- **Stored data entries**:
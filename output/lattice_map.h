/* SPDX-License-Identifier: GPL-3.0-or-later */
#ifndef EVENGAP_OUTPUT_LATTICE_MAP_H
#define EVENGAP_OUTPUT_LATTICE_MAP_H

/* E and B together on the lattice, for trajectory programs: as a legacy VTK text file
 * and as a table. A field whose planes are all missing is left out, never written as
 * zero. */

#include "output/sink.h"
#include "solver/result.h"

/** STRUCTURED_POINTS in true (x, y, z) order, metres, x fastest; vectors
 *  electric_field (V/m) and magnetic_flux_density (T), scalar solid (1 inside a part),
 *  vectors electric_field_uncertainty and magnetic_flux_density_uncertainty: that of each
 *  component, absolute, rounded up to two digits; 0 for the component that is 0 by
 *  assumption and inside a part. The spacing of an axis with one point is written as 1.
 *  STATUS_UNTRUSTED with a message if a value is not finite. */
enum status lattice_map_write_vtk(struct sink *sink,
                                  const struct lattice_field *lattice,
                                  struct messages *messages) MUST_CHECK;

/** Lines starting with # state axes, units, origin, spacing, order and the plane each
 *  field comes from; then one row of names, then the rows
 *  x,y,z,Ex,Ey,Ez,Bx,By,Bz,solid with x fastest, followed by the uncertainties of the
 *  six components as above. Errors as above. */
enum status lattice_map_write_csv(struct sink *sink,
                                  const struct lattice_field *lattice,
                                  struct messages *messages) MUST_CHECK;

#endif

...

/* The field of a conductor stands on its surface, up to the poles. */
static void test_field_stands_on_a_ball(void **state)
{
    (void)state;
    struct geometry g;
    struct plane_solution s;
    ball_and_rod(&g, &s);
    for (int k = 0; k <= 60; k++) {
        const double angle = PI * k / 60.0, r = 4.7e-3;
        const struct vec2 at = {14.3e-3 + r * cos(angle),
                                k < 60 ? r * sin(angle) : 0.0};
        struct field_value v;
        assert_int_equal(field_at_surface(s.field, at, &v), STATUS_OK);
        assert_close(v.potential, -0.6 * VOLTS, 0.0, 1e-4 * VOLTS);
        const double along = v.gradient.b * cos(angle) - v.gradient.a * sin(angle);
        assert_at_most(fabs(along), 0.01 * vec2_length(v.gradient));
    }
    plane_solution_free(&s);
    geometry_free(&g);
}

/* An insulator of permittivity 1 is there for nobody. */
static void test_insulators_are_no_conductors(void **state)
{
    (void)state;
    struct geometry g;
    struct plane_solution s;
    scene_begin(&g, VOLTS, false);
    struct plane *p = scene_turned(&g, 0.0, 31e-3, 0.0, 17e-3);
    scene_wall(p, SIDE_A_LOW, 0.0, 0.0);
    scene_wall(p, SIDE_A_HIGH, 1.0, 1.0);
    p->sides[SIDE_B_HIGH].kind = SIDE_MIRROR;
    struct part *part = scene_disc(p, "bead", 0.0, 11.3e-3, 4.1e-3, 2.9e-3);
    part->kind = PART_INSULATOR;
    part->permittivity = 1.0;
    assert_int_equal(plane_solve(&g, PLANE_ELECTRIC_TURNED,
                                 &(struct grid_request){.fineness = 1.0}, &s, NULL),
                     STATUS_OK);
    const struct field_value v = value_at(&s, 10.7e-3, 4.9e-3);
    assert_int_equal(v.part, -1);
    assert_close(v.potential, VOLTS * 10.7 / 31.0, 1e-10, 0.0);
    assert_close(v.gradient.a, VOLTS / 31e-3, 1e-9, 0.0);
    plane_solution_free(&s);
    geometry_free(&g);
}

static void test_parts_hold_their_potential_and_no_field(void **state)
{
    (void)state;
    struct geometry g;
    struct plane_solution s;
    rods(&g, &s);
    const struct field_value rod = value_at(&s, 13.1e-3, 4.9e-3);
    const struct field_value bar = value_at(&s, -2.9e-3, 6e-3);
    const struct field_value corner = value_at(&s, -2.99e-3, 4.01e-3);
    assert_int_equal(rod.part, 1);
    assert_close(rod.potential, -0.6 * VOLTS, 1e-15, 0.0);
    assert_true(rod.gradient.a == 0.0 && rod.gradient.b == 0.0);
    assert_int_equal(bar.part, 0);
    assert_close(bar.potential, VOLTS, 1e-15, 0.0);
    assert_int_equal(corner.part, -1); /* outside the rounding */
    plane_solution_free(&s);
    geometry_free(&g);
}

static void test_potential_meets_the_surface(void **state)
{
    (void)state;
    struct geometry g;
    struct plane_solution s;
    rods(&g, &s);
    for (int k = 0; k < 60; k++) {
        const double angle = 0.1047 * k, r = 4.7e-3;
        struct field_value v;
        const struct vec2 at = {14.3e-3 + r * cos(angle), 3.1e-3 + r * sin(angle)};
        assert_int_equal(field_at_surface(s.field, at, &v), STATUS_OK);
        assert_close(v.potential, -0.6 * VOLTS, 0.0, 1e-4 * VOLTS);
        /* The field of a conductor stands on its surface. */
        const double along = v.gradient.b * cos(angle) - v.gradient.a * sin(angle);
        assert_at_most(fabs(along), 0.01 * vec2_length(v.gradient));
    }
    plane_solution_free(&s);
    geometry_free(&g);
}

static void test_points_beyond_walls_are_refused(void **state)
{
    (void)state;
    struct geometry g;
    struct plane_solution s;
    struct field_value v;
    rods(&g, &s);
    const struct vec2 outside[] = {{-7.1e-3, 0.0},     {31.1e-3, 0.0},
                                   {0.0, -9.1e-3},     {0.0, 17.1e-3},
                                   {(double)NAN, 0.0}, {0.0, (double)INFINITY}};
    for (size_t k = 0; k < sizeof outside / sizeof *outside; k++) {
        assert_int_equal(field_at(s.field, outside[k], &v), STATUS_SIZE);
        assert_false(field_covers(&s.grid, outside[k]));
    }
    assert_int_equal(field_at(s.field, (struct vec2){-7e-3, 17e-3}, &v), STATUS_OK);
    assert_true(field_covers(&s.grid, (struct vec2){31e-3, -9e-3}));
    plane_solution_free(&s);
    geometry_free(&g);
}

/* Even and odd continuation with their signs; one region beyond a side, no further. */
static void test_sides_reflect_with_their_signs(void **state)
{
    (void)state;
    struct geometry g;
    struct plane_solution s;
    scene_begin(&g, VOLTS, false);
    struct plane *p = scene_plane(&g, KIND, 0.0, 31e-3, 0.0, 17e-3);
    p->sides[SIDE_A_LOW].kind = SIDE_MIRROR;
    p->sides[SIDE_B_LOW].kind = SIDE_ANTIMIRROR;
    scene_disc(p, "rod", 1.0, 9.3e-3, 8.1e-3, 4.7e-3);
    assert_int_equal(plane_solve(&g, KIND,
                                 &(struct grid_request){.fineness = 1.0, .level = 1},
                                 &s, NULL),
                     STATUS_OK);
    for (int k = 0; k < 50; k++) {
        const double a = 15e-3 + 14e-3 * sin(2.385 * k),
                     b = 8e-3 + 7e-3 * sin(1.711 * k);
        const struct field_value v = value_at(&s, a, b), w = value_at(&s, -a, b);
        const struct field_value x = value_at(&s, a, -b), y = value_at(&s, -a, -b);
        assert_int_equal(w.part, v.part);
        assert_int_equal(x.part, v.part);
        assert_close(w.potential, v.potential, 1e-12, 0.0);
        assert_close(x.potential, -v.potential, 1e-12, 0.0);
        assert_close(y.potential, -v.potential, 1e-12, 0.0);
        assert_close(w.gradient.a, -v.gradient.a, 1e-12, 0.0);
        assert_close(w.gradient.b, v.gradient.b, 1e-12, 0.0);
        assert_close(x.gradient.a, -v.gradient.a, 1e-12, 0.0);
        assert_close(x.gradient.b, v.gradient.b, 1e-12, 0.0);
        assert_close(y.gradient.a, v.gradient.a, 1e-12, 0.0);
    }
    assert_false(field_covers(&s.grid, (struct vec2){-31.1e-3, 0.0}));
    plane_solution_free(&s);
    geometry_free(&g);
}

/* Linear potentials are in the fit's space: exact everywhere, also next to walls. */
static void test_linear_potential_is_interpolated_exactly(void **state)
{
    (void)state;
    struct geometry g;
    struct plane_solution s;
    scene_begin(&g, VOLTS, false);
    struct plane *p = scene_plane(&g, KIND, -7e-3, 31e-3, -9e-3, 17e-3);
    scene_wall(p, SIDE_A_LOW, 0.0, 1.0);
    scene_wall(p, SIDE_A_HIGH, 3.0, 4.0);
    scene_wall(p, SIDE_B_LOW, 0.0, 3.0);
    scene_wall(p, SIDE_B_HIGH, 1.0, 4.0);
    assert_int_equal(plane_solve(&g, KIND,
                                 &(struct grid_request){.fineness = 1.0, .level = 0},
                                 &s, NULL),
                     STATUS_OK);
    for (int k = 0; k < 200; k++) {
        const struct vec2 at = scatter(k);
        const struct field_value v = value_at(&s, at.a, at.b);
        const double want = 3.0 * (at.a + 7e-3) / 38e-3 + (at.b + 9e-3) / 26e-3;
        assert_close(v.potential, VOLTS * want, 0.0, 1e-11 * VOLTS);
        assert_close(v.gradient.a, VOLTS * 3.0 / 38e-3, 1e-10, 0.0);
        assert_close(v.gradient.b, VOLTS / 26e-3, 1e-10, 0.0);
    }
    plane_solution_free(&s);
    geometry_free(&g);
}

==

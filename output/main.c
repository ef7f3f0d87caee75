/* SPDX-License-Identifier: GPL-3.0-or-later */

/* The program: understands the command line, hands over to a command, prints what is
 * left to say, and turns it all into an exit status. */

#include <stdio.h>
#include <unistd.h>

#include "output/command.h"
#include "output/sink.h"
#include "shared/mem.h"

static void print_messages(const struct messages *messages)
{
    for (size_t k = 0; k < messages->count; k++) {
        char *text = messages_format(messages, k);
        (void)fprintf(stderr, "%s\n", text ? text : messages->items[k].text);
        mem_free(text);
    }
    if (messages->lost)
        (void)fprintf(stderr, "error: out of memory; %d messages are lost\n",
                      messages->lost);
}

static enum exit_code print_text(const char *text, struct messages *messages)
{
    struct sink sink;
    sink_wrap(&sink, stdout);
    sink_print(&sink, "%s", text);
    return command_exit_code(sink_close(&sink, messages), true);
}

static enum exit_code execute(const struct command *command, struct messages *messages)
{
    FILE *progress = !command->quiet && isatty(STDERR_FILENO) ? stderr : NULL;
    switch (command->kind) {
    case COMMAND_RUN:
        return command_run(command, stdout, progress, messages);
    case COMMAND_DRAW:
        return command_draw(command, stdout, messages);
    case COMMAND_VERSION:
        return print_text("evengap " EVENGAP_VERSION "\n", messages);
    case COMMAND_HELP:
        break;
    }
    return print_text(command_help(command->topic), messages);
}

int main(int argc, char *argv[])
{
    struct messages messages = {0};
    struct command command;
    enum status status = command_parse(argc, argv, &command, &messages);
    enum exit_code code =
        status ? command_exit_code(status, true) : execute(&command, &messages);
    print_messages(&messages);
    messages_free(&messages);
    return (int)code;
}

- **Task details**:
Give the number of lines in the data above that include the word "written", with no other words.

- **Output for this exercise**:
2